Home ♃ Recent Stories ☄ ‘Always listen to each other . . . keep things within your...

‘Always listen to each other . . . keep things within your four walls’

3287
0
By Anita Debro
Special to the Birmingham Times

“You Had Me at Hello’’ highlights married couples and the love that binds them. If you would like to be considered for a future “Hello’’ column, or know someone who would, please send nominations to Ariel Worthy at aworthy@birminghamtimes.com. Include the couple’s name, contact number(s) and what makes their love story unique.

This slideshow requires JavaScript.

RASHUNDA AND JOSEPH HALL

Live: Trussville

Married: May 24, 2003

Met: In the summer of 1996 RaShunda went to Mt. Zion Community Church as the guest of a friend who attended that congregation.  Joseph was at his home church that day and happened to sit near RaShunda, whom he had never met.

“I thought he was very cute,” RaShunda said. “He definitely caught my attention.”  They did not talk during that church service, but the two were both invited to the same party later that night. There they talked. “I thought she was very attractive and really cool and down to earth,” Joseph said.  RaShunda, who was still in high school at the time, and Joseph, who was attending the University of Alabama at Birmingham, said they talked about their likes and dislikes and cooking — “He said he was a very good cook,” RaShunda recalled.  Joseph said he passed his telephone number to one of RaShunda’s friends. Not long after, RaShunda called.

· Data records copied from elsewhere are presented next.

def test_a_collapsed_fallback_keeps_serving_and_is_counted(
    registry: Path, caplog: pytest.LogCaptureFixture
) -> None:
    """One logit of 5: prompt-book@4 keeps one token (exp(-5/0.9) = 0.004 < 0.05, min-p) and so
    does program-notes@1 (temperature 0.7, top_k 40, then top_p 0.9: of the 40 survivors the top
    token alone has mass 1 / (1 + 39 exp(-5/0.7)) = 0.97 >= 0.9, Holtzman et al. 2020), whose
    promise is 2 as well."""
    caplog.set_level(logging.INFO, logger="keepset")
    guarded_routes(
        registry,
        {"fallback": "program-notes@1", "hold_seconds": 0},
        arms=[{"policy": "prompt-book@4", "weight": 100, "label": "candidate"}],
    )
    row = [5.0] + [0.0] * 999
    counted = {"client": CLIENT, "policy": "program-notes", "version": "1"}
    with in_process(registry, collapse_window=10, collapse_min_steps=10) as client:
        before = sample("keepset_guard_fallback_collapsed_total", **counted)
        answers = [
            client.post("/v1/pick", json={"logits": [row]}, headers=auth(CLIENT)).json()
            for _ in range(25)
        ]
    # 10 rows collapse prompt-book@4; the next 10 go to program-notes@1 and collapse it; the
    # last 5 are still answered by it, each counted.
    assert [a["version"] for a in answers] == [4] * 10 + [1] * 15
    assert all(a["guarded_from"] == "prompt-book@4" for a in answers[10:])
    assert all(a["rows"][0]["kept"] == 1 for a in answers)
    assert sample("keepset_guard_fallback_collapsed_total", **counted) == before + 5
    warned = [r for r in caplog.records if "fallback collapsed too" in r.getMessage()]
    assert len(warned) == 1 and "fallback=program-notes@1" in warned[0].getMessage()


def test_rows_the_fallback_cannot_take_are_served_unguarded(registry: Path) -> None:
    """A fallback that bans token 1500 cannot pick on a vocabulary of 1000 (DESIGN.md: a 422
    for the request); the guard leaves those rows to the routed version instead."""
    notes = yaml.safe_load((registry / "program-notes" / "1.yaml").read_text())
    notes.update(version=2, chain=[*notes["chain"], {"ban": [1500]}])
    publish(registry, notes)
    guarded_routes(
        registry,
        {"fallback": "program-notes@2", "hold_seconds": 0},
        arms=[{"policy": "prompt-book@4", "weight": 100, "label": "candidate"}],
    )
    with in_process(registry, collapse_window=4, collapse_min_steps=4) as client:

        def send(vocab: int) -> Any:
            body = {"logits": [[3.0] + [0.0] * (vocab - 1)], "seed": 1}
            r = client.post("/v1/pick", json=body, headers=auth(CLIENT))
            assert r.status_code == 200, r.text
            return r.json()

        assert [send(1000)["version"] for _ in range(4)] == [4] * 4  # now collapsed
        narrow, wide = send(1000), send(2000)
    assert narrow["version"] == 4 and "guarded" not in narrow
    assert (wide["policy"], wide["version"], wide["guarded"]) == ("program-notes", 2, True)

First date: At the Olive Garden in Eastwood.  They also went to the movies to see “One Night Stand” with Wesley Snipes. “I remember being dressed up,” Joseph recalled. “The lights in the restaurant were dimmed and it was a romantic night.”  After the dinner and movie, RaShunda said Joseph took her on a car ride through the city that ended up at Joseph’s old neighborhood. “We just drove around and had a good conversation,” she remembered.

After that night, RaShunda and Joseph spent the summer together, hanging out and going on dates. Towards the end of the summer, RaShunda made a confession. “I told him I was in love with him,” RaShunda recalled. “He didn’t really reply, he just said ‘ok’.”  Joseph said he was caught off guard. “It really threw me,” he said. “I did not want to say I was in love if I didn’t mean it. That conversation did not go over too well.”

After that conversation the two parted ways. She finished high school, while he continued his studies at UAB. It wasn’t until her freshman year in college that RaShunda would reach out to Joseph again. “I had been going through some hard times, and I just decided to call him since I still had his number.”  For the next year, the two grew close as friends while they dated other people.  Their friendship continued for about two more years. By 2000 something had changed. “I wondered why we were not dating,” she said.  So the two agreed to try again and see what would happen.

This time it worked. They both said they fell in love this time. “I think I was older and wiser,” Joseph said.

The proposal: Before Joseph popped the question, he and RaShunda went to jewelry store and looked at rings. RaShunda did not know that she was picking out her own engagement ring.  On her birthday, Dec. 31, 2001, Joseph took her to the restaurant Bahama Breeze, which has since closed.  He had planned to ask her at the restaurant, but he got nervous. “I’m a private person,” he said.  He got down on one knee later that night.  They had rented a hotel room and there were candles glowing and snow falling.

The wedding: At the former New City Church in downtown Birmingham. “It was a really big wedding,” RaShunda said. “We had six bridesmaids and six groomsmen.”  RaShunda said she remembers being nervous from all of the activity that day.

“A lot of it was blur to me,” Joseph joked, as he admitted to not wearing his glasses on that day.

The couple ended up winning a free honeymoon at a bridal expo.  They travelled to the Bahamas.

Words of wisdom: “Always listen to each other,” RaShunda said. “It is best to go ahead and talk about (issues) to get it out rather than letting things fester,” she said. Joseph advises couples to limit the number of people you discuss the troubles and challenges inside of the marriage. “Keep things within your four walls,” he said. “Find someone— a pastor or psychologist— who can be neutral,” he said. He added: “And keep God in your life and continue to pray.”

Happily ever after: The couple has two boys ages 7 and 3.  They enjoy watching old television shows together, going to the movies and trying out new restaurants.  RaShunda works at Wells Fargo and Joseph works at UPS and Security Engineers Inc.  They look forward to more vacations and growing old together. “We look forward to babysitting our grandkids,” RaShunda said.